Create a new form in the common portable and set it as the main page in App.cs:

main page

  1. using System;    
  2. using Xamarin.Forms;    
  3.     
  4. namespace CryptoForms    
  5. {    
  6.     public class MainPage : ContentPage    
  7.     {    
  8.     
  9.         private Label label = null;    
  10.         private Button button = null;    
  11.     
  12.         public MainPage()    
  13.         {    
  14.             button = new Button    
  15.             {    
  16.                 Text = "Click me",    
  17.             };    
  18.     
  19.             label = new Label    
  20.             {    
  21.                 XAlign = TextAlignment.Center,    
  22.                 Text = "Welcome to Xamarin Forms!"    
  23.             };    
  24.             button.Clicked += async (sender, e) =>    
  25.             {    
  26.                 var data = "Cryptographic example";    
  27.                 var pass = "MySecretKey";    
  28.     
  29.                 var contentPage = new ContentPage();    
  30.                 var salt = Crypto.CreateSalt(16);    
  31.                 await contentPage.DisplayAlert("Alert""Encrypting String " + data + ", with salt " + BitConverter.ToString(salt), "OK");    
  32.                 var bytes = Crypto.EncryptAes(data, pass, salt);    
  33.                 await contentPage.DisplayAlert("Alert""Encrypted, Now Decrypting""OK");    
  34.                 var str = Crypto.DecryptAes(bytes, pass, salt);    
  35.                 await contentPage.DisplayAlert("Alert""Decryted " + str, "OK");    
  36.             };    
  37.     
  38.             this.Title = "Crypto Forms";    
  39.             // The root page of your application    
  40.             this.Content = new StackLayout    
  41.             {    
  42.                 VerticalOptions = LayoutOptions.Center,    
  43.                 Children =    
  44.                 {    
  45.                     label,    
  46.                     button    
  47.     
  48.                 }    
  49.             };    
  50.     
  51.     
  52.         }    
  53.     }    
  54. }  

Step 5

Set CryptoForms.Driod as the Startup project and run. See the output in the Android Emulator below:

Set CryptoForms

Step 6

Set CryptoForms.WinPhone as the Startup project and run. See the output in the Windows Phone emulator.

WinPhone as Startup

I have not modified any code in each platform-specific library. The advantage of a common portable is to have common code for all the platforms and Xamarin, on build, converts to platform-specifc code.

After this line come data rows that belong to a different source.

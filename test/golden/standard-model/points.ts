import { readFileSync } from 'node:fs';
import type { Block } from '../../../workers/contract.js';

export interface GoldenPoint {
  readonly name: string;
  readonly Mt: number;
  readonly cutoff: number;
  readonly loops: 1 | 2 | 3;
  readonly start: Readonly<Record<'gY' | 'g2' | 'g3' | 'yt' | 'yb' | 'ytau' | 'lam', number>>;
  readonly expected: Readonly<Record<string, number | null>> & {
    readonly couplingsAtCutoff: Readonly<Record<string, number>> | null;
  };
}

/** What make.py beside this file computed with scipy. */
export const goldenPoints = JSON.parse(
  readFileSync(new URL('golden.json', import.meta.url), 'utf8'),
) as readonly GoldenPoint[];

/** A block whose matching is done: the start values as the module `matching` would have left them. */
export function blockOf(points: readonly GoldenPoint[]): Block {
  const column = (value: (p: GoldenPoint) => number): Float64Array => Float64Array.from(points, value);
  const columns = new Map([
    ['Mt', column((p) => p.Mt)],
    ['cutoff', column((p) => p.cutoff)],
    ['gYAtStart', column((p) => p.start.gY)],
    ['g2AtStart', column((p) => p.start.g2)],
    ['g3AtStart', column((p) => p.start.g3)],
    ['ytAtStart', column((p) => p.start.yt)],
    ['ybAtStart', column((p) => p.start.yb)],
    ['ytauAtStart', column((p) => p.start.ytau)],
    ['lambdaAtStart', column((p) => p.start.lam)],
    ['m2AtStart', column(() => -8650)],
  ]);
  return { count: points.length, columns, failure: new Uint8Array(points.length) };
}
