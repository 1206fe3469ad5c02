import { spawnSync } from 'node:child_process';
import { createHash } from 'node:crypto';
import {
  copyFileSync,
  mkdirSync,
  mkdtempSync,
  readFileSync,
  rmSync,
  truncateSync,
  writeFileSync,
} from 'node:fs';
import { tmpdir } from 'node:os';
import { join } from 'node:path';
import { fileURLToPath } from 'node:url';
import Database from 'better-sqlite3';
import { afterAll, afterEach, beforeAll, beforeEach, describe, expect, test } from 'vitest';
import { openForReading } from '../../orchestrator/store/open.js';
import { noRedis, redisServer } from '../contracts/redis-server.js';
import { endPrograms, program, type Program } from './processes.js';

/** The built program as a user runs it, with a real scan: whatever happens to it or to its disk, a launch afterwards
 *  gives the digest of an undisturbed run, or refuses clearly with nothing lost. */

const CLI = fileURLToPath(new URL('../../dist/orchestrator/cli.js', import.meta.url));
const SCAN = `
model: sm
seed: faults
sample: { method: sobol, points: 6000 }
vary:
  Mt: { range: [165, 180], unit: GeV }
  Mh: { range: [115, 135], unit: GeV }
require: [perturbativity, vacuum-stability]
`;

/** Needs a mount of its own, which a plain user may make only in a namespace of its own. */
const noMounts = spawnSync('unshare', ['--map-root-user', '--mount', 'true']).status !== 0;
if (noMounts && process.env.TRIGPOINT_REQUIRE_ALL === '1') throw new Error('unshare may not mount here');
if (noMounts) console.log('launches on full and read-only disks: skipped, unshare may not mount here');

interface Facts {
  readonly state: string;
  readonly points: number;
  readonly digest: string | null;
}

let shared: string;
let finished: string;
let undisturbed: Facts;
let folder: string;
let store: string;

beforeAll(async () => {
  shared = mkdtempSync(join(tmpdir(), 'trigpoint-faults-'));
  writeFileSync(join(shared, 'scan.yaml'), SCAN);
  finished = join(shared, 'finished.sqlite');
  undisturbed = await facts(launch(finished));
  expect(undisturbed).toMatchObject({ state: 'complete', points: 6000 });
});
afterAll(() => rmSync(shared, { recursive: true, force: true }));
beforeEach(() => {
  folder = mkdtempSync(join(shared, 'test-'));
  store = join(folder, 'store.sqlite');
});
afterEach(endPrograms);

function launch(at: string, ...options: readonly string[]): Program {
  return program([CLI, 'launch', join(shared, 'scan.yaml'), '--store', at, '--json', ...options], {
    REDIS_URL: '',
  });
}
async function facts(run: Program): Promise<Facts> {
  const status = await run.exit;
  if (status !== 0) throw new Error(`the launch ended with ${status}: ${run.err()}`);
  return JSON.parse(run.out()) as Facts;
}
/** Starts a launch and waits until some points are committed; one worker, so that there is time to disturb it. */
async function launchUnderWay(): Promise<Program> {
  const run = launch(store, '--workers', '1');
  await run.says(/run 1, new/);
  const reading = openForReading(store);
  while (reading.run(1)?.counts.points === 0) await new Promise((resolve) => setTimeout(resolve, 10));
  reading.close();
  return run;
}
const sameAsUndisturbed = () => ({ state: 'complete', points: 6000, digest: undisturbed.digest });
const hashOf = (file: string) => createHash('sha256').update(readFileSync(file)).digest('hex');

describe('a launch', () => {
  test('stopped by Ctrl-C ends with 130 and is resumed', async () => {
    const first = await launchUnderWay();
    first.signal('SIGINT');
    expect(await first.exit).toBe(130);
    expect(await facts(launch(store))).toMatchObject(sameAsUndisturbed());
  });

  test('killed with kill -9 is resumed', async () => {
    const first = await launchUnderWay();
    first.signal('SIGKILL');
    expect(await first.exit).toBe('SIGKILL');
    expect(await facts(launch(store))).toMatchObject(sameAsUndisturbed());
  });

  test('on a store that another works on is refused with 3', async () => {
    const first = launch(store);
    await first.says(/run 1, new/);
    const second = launch(store);
    expect(await second.exit).toBe(3);
    expect(second.err()).toContain(`process ${first.pid} `);
    expect(second.err()).not.toMatch(/^\s+at /m);
    expect(await facts(first)).toMatchObject(sameAsUndisturbed());
  });

  test('of a finished run computes nothing', async () => {
    copyFileSync(finished, store);
    const again = await facts(launch(store));
    expect(again).toMatchObject({ ...sameAsUndisturbed(), how: 'finished' });
  });

  test.skipIf(noRedis)('over a fleet of worker processes gives the same digest', async () => {
    const server = await redisServer({ appendOnly: false });
    try {
      const worker = program([CLI, 'worker', '--redis', server.url, '--workers', '2']);
      await worker.says(/takes chunks/);
      expect(await facts(launch(store, '--redis', server.url))).toMatchObject(sameAsUndisturbed());
      worker.signal('SIGINT');
      expect(await worker.exit).toBe(0);
    } finally {
      await server.stop();
    }
  });
});

describe('a store', () => {
  test.each([
    ['cut in half', (file: string) => truncateSync(file, Math.floor(readFileSync(file).length / 2))],
    ['cut in the middle of a page', (file: string) => truncateSync(file, readFileSync(file).length - 1234)],
    ['that is no store at all', (file: string) => writeFileSync(file, 'a shopping list\n'.repeat(400))],
    ['of a newer format', (file: string) => setFormat(file, 999)],
  ])('%s is refused with 3 and left as it is', async (_, damage) => {
    copyFileSync(finished, store);
    damage(store);
    const before = hashOf(store);
    const refused = launch(store);
    expect(await refused.exit).toBe(3);
    expect(refused.err()).toContain(store);
    expect(refused.err()).not.toMatch(/^\s+at /m);
    expect(hashOf(store)).toBe(before);
  });
});

describe.skipIf(noMounts)('a disk (skipped where unshare may not mount)', () => {
  test('that is full stops the launch with 3; with space again it is resumed', () => {
    const [first, second] = onMount(
      'mount -t tmpfs -o size=500k tmpfs "$DISK"',
      'mount -o remount,size=64m "$DISK"',
    );
    expect(first.status).toBe(3);
    expect(JSON.parse(first.out)).toMatchObject({ error: { code: 'disk-full' } });
    expect(first.err).toContain('the disk is full');
    expect(second.status).toBe(0);
    expect(JSON.parse(second.out)).toMatchObject(sameAsUndisturbed());
  });

  test('that is read-only refuses a new run with 3, and shows a finished one', () => {
    copyFileSync(finished, store);
    const disk = 'mount --bind "$DISK" "$DISK" && mount -o remount,ro,bind "$DISK"';
    const [refused, shown] = onMount(disk, `node "$CLI" show 1 --json --store "$DISK/store.sqlite"; exit`);
    expect(refused.status).toBe(3);
    expect(refused.err).toContain(store);
    expect(shown.status).toBe(0);
    expect(JSON.parse(shown.out)).toMatchObject(sameAsUndisturbed());
  });
});

/** Launches on a mount of its own that nobody else sees, before and after something happens to it. Where `between`
 *  exits, the second outcome is its own. */
function onMount(mount: string, between: string): { status: number; out: string; err: string }[] {
  const logs = join(shared, `logs-${Date.now()}`);
  mkdirSync(logs);
  const run = (n: number, what: string) =>
    `( ${what} ) >"$LOGS/out${n}" 2>"$LOGS/err${n}"; echo $? >"$LOGS/status${n}"`;
  const again = 'node "$CLI" launch "$SCAN" --store "$DISK/store.sqlite" --workers 2 --json';
  const script = [`${mount} || exit 9`, run(1, again), run(2, `${between}; ${again}`)].join('\n');
  const env = {
    DISK: folder,
    LOGS: logs,
    CLI,
    SCAN: join(shared, 'scan.yaml'),
    PATH: process.env.PATH,
    REDIS_URL: '',
  };
  const child = spawnSync('unshare', ['--map-root-user', '--mount', 'sh', '-c', script], { env });
  if (child.status !== 0) throw new Error(child.stderr.toString());
  const read = (name: string) => readFileSync(join(logs, name), 'utf8');
  return [1, 2].map((n) => ({
    status: Number(read(`status${n}`)),
    out: read(`out${n}`),
    err: read(`err${n}`),
  }));
}

function setFormat(file: string, format: number): void {
  const db = new Database(file);
  db.pragma(`user_version = ${format}`);
  db.close();
}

I have some problems in setting up the iOS environment since I don't have a Mac book. The alternative is to run the Mac OS in a virtual box to build and deploy the iOS app. iOS 64 bit must be installed but the virtual box doesn't support 64-bit guest OS when hyper-v is enabled in Windows features. Windows Phone runs only when hyper-v is enabled so testing is cumbersome with a couple of restarts for each Windows Phone and iOS.